Describe distributions with shape, center, spread, outliers (SOCS).

Mean: x̄ = Σxᵢ / n
Median: middle value (sorted)
IQR = Q3 − Q1
Outlier rule: < Q1 − 1.5·IQR or > Q3 + 1.5·IQR
s² = Σ(xᵢ − x̄)² / (n−1) [sample variance]
  • Skewed right → mean > median; skewed left → mean < median
  • Median & IQR are resistant; mean & SD are not
  • Boxplot: min, Q1, Q2 (median), Q3, max
ExampleData: 2, 4, 4, 6, 8. x̄ = 4.8, Median = 4, IQR = 4. Outlier fence: Q1=3, Q3=7 → lower <−3, upper >13. No outliers.

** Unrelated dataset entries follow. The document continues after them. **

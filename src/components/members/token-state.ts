import { formatAgo } from '../../../shared/format.ts';

interface Token {
  expiresAt: string;
  revokedAt: string | null;
}

/** Whether a token still opens anything, and until when, in words. */
export function tokenState(token: Token, nowMs: number): { isGood: boolean; words: string } {
  if (token.revokedAt !== null)
    return { isGood: false, words: `revoked ${formatAgo(token.revokedAt, nowMs)}` };
  const ended = Date.parse(token.expiresAt) <= nowMs;
  const words = `${ended ? 'ended' : 'good, ends'} ${formatAgo(token.expiresAt, nowMs)}`;
  return { isGood: !ended, words };
}
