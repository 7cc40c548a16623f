import type { EntityManager } from 'typeorm';
import type { ReplyOf } from '../../../shared/contracts/endpoint.ts';
import type { countSpots } from '../../../shared/contracts/spot.ts';
import {
  nightDate,
  nightEndMs,
  nightIndexOf,
  nightIndexOfDate,
  nightStartMs,
} from '../../../shared/radio/night.ts';
import { Station } from '../../database/entities/station.ts';
import { spotExtent } from './spot-extent.read-model.ts';

/** Changed nights that are counted anew although they have been made before; the newest is the live one. */
const changedNightsCounted = 10;
const hourMs = 3_600_000;

/**
 * Spots a night. A night whose units have been made carries its count, under whatever rules they were made;
 * only nights that have changed since, or that have not been made yet, are counted here. A night that is
 * neither made nor marked has no spots: whoever stores a spot marks its hour.
 */
export async function spotSummary(
  manager: EntityManager,
  stationId: number,
): Promise<ReplyOf<typeof countSpots>> {
  const { longitudeDeg } = await manager.findOneByOrFail(Station, { id: stationId });
  const made: { night: string; spots: number }[] = await manager.query(
    `SELECT DISTINCT ON (night) night, spots FROM unit_night WHERE station_id = $1 ORDER BY night, made_at DESC`,
    [stationId],
  );
  const counts = new Map(made.map((row) => [row.night, row.spots]));
  const changed = await changedNights(manager, stationId, longitudeDeg);
  const uncertain = changed.filter(
    (night, age) => age < changedNightsCounted || !counts.has(nightDate(night)),
  );
  for (const { night, spots } of await countNights(manager, stationId, uncertain, longitudeDeg)) {
    counts.set(night, spots);
  }
  const nights = [...counts]
    .filter(([, spots]) => spots > 0)
    .map(([night, spots]) => ({ night, spots }))
    .sort((p, q) => nightIndexOfDate(p.night) - nightIndexOfDate(q.night));
  const extent = await spotExtent(manager, stationId);
  return {
    nights,
    total: nights.reduce((sum, night) => sum + night.spots, 0),
    firstAt: extent && new Date(extent.firstMs).toISOString(),
    lastAt: extent && new Date(extent.lastMs).toISOString(),
  };
}

/** Nights of the hours that are marked, newest first. */
async function changedNights(
  manager: EntityManager,
  stationId: number,
  longitudeDeg: number,
): Promise<number[]> {
  const hours: { starts_at: Date }[] = await manager.query(
    'SELECT starts_at FROM dirty_block WHERE station_id = $1',
    [stationId],
  );
  const nights = new Set<number>();
  for (const { starts_at } of hours) {
    nights.add(nightIndexOf(starts_at.getTime(), longitudeDeg));
    nights.add(nightIndexOf(starts_at.getTime() + hourMs - 1, longitudeDeg));
  }
  return [...nights].sort((p, q) => q - p);
}

/** From the index alone: the longitude of every locator puts the night's edges on whole seconds. */
async function countNights(
  manager: EntityManager,
  stationId: number,
  nights: readonly number[],
  longitudeDeg: number,
): Promise<{ night: string; spots: number }[]> {
  const edge = (timeMs: number) => new Date(timeMs).toISOString();
  return manager.query(
    `SELECT night, heard.spots
     FROM unnest($2::date[], $3::timestamptz[], $4::timestamptz[]) AS n (night, f, u)
     CROSS JOIN LATERAL (
       SELECT count(*)::int AS spots FROM spot WHERE station_id = $1 AND heard_at >= f AND heard_at < u) AS heard`,
    [
      stationId,
      nights.map(nightDate),
      nights.map((night) => edge(nightStartMs(night, longitudeDeg))),
      nights.map((night) => edge(nightEndMs(night, longitudeDeg))),
    ],
  );
}
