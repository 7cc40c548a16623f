import type { AuditRow } from './audit-row.ts';

const actions: Record<string, string> = {
  'antenna.add': 'added an antenna',
  'antenna.remove': 'removed an antenna',
  'antenna.update': 'changed an antenna',
  'dwell.change': 'corrected the switch log',
  'dwell.switch': 'logged a switch',
  'dwell.undo': 'undid a correction of the switch log',
  'feed.add': 'added a feed',
  'feed.remove': 'removed a feed',
  'feed.update': 'changed a feed',
  'finding.decide': 'recorded a decision on a finding',
  'finding.freeze': 'froze a finding',
  'finding.share': 'shared a finding by a link',
  'finding.withdraw-share': 'withdrew a link to a finding',
  'import.cancel': 'stopped an import',
  'import.start': 'started an import',
  'import.undo': 'undid an import',
  'import.upload': 'uploaded a file',
  'job.cancel': 'stopped work in the background',
  'job.retry': 'started work in the background again',
  'mapping.remove': 'forgot a column mapping',
  'mapping.save': 'saved a column mapping',
  'member.change-role': "changed a member's role",
  'member.invite': 'invited somebody',
  'member.join': 'joined the station',
  'member.remove': 'removed a member',
  'member.withdraw-invitation': 'withdrew an invitation',
  'position.add': 'added a position correction',
  'position.remove': 'withdrew a position correction',
  'receiver.add': 'added a receiver',
  'receiver.update': 'changed a receiver',
  'station.set-up': 'set the station up',
  'station.update': 'changed position or rules',
  'token.make': 'made an API token',
  'token.revoke': 'revoked an API token',
  'trial.archive': 'put a trial away',
  'trial.save': 'saved a trial',
  'trial.update': 'changed a trial',
};

/** An action that has no words yet is shown by its name: nothing in the trail is hidden. */
export function auditAction(action: string): string {
  return actions[action] ?? action;
}

/** What it was done to, by name where the name is known; `names` by the noun of the action and the id. */
export function auditTarget(
  entry: AuditRow,
  names: (noun: string, id: string) => string | undefined,
): string {
  const noun = entry.action.split('.')[0]!;
  const named = entry.detail.name ?? entry.detail.fileName ?? entry.detail.email;
  if (typeof named === 'string') return named;
  if (noun === 'station' || entry.action === 'member.join') return '';
  return names(noun, entry.target) ?? entry.target;
}

/** The particulars in one line: "role analyst", "from operator, to analyst". */
export function auditDetail(detail: Record<string, unknown>): string {
  return Object.entries(detail)
    .filter(([key]) => !['name', 'fileName', 'email'].includes(key))
    .map(([key, value]) => `${spaced(key)} ${written(value)}`)
    .join(', ');
}

const spaced = (key: string) => key.replace(/([A-Z])/g, (letter) => ` ${letter.toLowerCase()}`);

function written(value: unknown): string {
  if (Array.isArray(value)) return value.map(written).join(' and ');
  if (value === null || value === '') return 'nothing';
  return typeof value === 'object' ? JSON.stringify(value) : String(value);
}
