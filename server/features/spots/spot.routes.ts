import * as contract from '../../../shared/contracts/spot.ts';
import type { Deps } from '../../platform/deps.ts';
import { inStation, route } from '../../platform/route.ts';
import type { Route } from '../../platform/route.ts';
import { listSpotPage } from './spot-list.read-model.ts';
import { spotMap } from './spot-map.read-model.ts';
import { spotSummary } from './spot-summary.read-model.ts';

export function spotRoutes(deps: Deps): Route[] {
  const { manager } = deps.dataSource;
  const access = inStation('spot:read', 'spot:read');

  return [
    route(contract.listSpots, { access }, async ({ params, query }) =>
      listSpotPage(manager, params.stationId, query),
    ),
    route(contract.countSpots, { access }, async ({ params }) => spotSummary(manager, params.stationId)),
    route(contract.mapSpots, { access }, async ({ params, query }) =>
      spotMap(manager, params.stationId, query),
    ),
  ];
}
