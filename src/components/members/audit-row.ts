/** One line of the audit trail as the API gives it. */
export interface AuditRow {
  id: number;
  at: string;
  who: string;
  action: string;
  target: string;
  detail: Record<string, unknown>;
}
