"""A person at the workbook: runs it, types, reads, mistypes, presses keys. Driven in JupyterLab in a real browser."""

import re
from urllib.parse import urlparse

import pytest

from calclib import case, units
from calclib.calc import evaluate


def pictures(page):
    return page.locator(".jp-Notebook .jp-OutputArea-output img").evaluate_all("all => all.map(one => one.src)")


def equations(page):
    """Return the text of every typeset equation, from the mathematics that screen readers are given."""
    return page.locator(".jp-Notebook mjx-container math").evaluate_all("all => all.map(one => one.textContent)")


def wait_for(page, made, timeout=10000):
    """Wait until `made()` is true; it is asked again and again."""
    deadline = timeout
    while not made():
        page.wait_for_timeout(50)
        deadline -= 50
        assert deadline > 0, "the page did not change in time"


def field(page, label):
    return page.locator(".calc-form").get_by_label(re.compile(f"^{label}"))


def test_typing_changes_equation_sketch_and_plot(workbook, lab):
    page = workbook("pin_plate")
    wait_for(page, lambda: len(pictures(page)) == 4 and any("168.8" in each for each in equations(page)))
    before = pictures(page)
    field(page, "Plate thickness").fill("1-1/4 in")
    field(page, "Plate thickness").press("Enter")
    after = evaluate(case.load(lab[1] / "workbooks/cases/hanger_plate.yaml").with_texts(plate_thickness="1-1/4 in"))
    printed = units.text(after["pin bearing"].available, units.FORCE, "US").split()[0]
    wait_for(page, lambda: any(printed in each for each in equations(page)))
    wait_for(page, lambda: all(a != b for a, b in zip(before, pictures(page), strict=True)))

    field(page, "Hole diameter").fill("2-9/16 in")
    wait_for(page, lambda: any("0.95" in each for each in equations(page)))

    good = equations(page)
    field(page, "Hole diameter").fill("banana")
    message = page.locator(".calc-form").get_by_text("is not a number with a unit")
    message.wait_for()
    assert field(page, "Hole diameter").get_attribute("aria-invalid") == "true"
    assert equations(page) == good

    assert {urlparse(url).hostname for url in page.addresses if not url.startswith(("data:", "blob:"))} == {"127.0.0.1"}


@pytest.mark.parametrize("keys", ["x", "dd", "a", "b", "m", "y", "z", "0", "00", "ii", "l", "o", "c", "v"])
def test_no_key_typed_in_the_form_changes_a_cell(workbook, keys):
    page = workbook("pin_plate")
    cells = page.locator(".jp-Notebook .jp-Cell").count()
    for control in ("Plate steel", "Method", "Movement at pin"):
        field(page, control).focus()
        for key in keys:
            page.keyboard.press(key)
        page.keyboard.press("Escape")
        for key in keys:
            page.keyboard.press(key)
    page.wait_for_timeout(300)
    assert page.locator(".jp-Notebook .jp-Cell").count() == cells
    assert page.locator(".calc-form").count() == 1


def test_a_reload_never_leaves_stale_equations_that_look_live(workbook):
    page = workbook("threaded_rod")
    field(page, "Required strength").fill("20 kip")
    wait_for(page, lambda: any("20.00" in each for each in equations(page)))
    page.reload()
    page.wait_for_selector(".jp-Notebook .jp-Cell", timeout=60000)
    page.wait_for_function("window.jupyterapp !== undefined")
    page.get_by_text("the workbook is not running").first.wait_for()


def test_a_dead_kernel_is_said_and_the_figures_are_marked(workbook):
    page = workbook("threaded_rod")
    wait_for(page, lambda: len(equations(page)) > 5)
    page.evaluate("""async () => {
        const app = window.jupyterapp;
        const panel = [...app.shell.widgets('main')].find(each => each.sessionContext);
        await panel.sessionContext.session.kernel.shutdown();
    }""")
    field(page, "Required strength").fill("21 kip")
    page.get_by_text("no answer from the kernel").first.wait_for(timeout=15000)
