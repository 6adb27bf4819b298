"""What the browser tests share: one JupyterLab, one Chromium, and pages whose every request is written down."""

import os
from urllib.parse import urlparse

import pytest
from lab import CHROMIUM, browser, jupyter_lab, open_notebook

if CHROMIUM is None and os.environ.get("CALCLIB_BROWSER_TESTS") != "required":
    collect_ignore_glob = ["test_*.py"]


def pytest_report_header():
    return f"browser tests with {CHROMIUM}" if CHROMIUM else "browser tests left out: no Chromium on this machine"


@pytest.fixture(scope="session")
def lab(tmp_path_factory):
    """JupyterLab on a copy of the workbooks: (url, folder)."""
    assert CHROMIUM, "CALCLIB_BROWSER_TESTS=required, and there is no Chromium on this machine"
    with jupyter_lab(tmp_path_factory.mktemp("lab")) as running:
        yield running


@pytest.fixture(scope="session")
def context(lab):
    """A browser of which every request goes to this machine."""
    with browser() as chromium:
        made = chromium.new_context(viewport={"width": 1280, "height": 1000})
        made.set_default_timeout(30000)
        addresses = []
        made.on("request", lambda request: addresses.append(request.url))
        made.on("page", lambda page: page.on("websocket", lambda socket: addresses.append(socket.url)))
        yield made
        made.close()
        hosts = {urlparse(address).hostname for address in addresses if not address.startswith(("data:", "blob:"))}
        assert hosts == {"127.0.0.1"}


@pytest.fixture
def workbook(lab, context):
    """Return a function that opens a workbook, runs it if asked to and returns the page."""
    pages = []

    def opened(name, run=True):
        page = context.new_page()
        pages.append(page)
        page.on("dialog", lambda dialog: dialog.accept())  # "leave this page?"
        open_notebook(page, lab[0], name, run)
        return page

    yield opened
    for page in pages:
        page.close()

Unit 2 · Exploring Two-Variable Data

Scatterplot: direction, form, strength. LSRL minimizes Σ(residual)².

ŷ = a + bx
b = r·(Sy/Sx) slope
a = ȳ − b·x̄ y-intercept
r = correlation (−1 ≤ r ≤ 1)
r² = coefficient of determination (% variation explained)
  • Residual = observed − predicted = y − ŷ
  • LSRL always passes through (x̄, ȳ)
  • r measures linear association only
  • Residual plot: random scatter → linear model appropriate

Unit 3 · Collecting Data

Experiments vs. observational studies. Only well-designed experiments can establish causation.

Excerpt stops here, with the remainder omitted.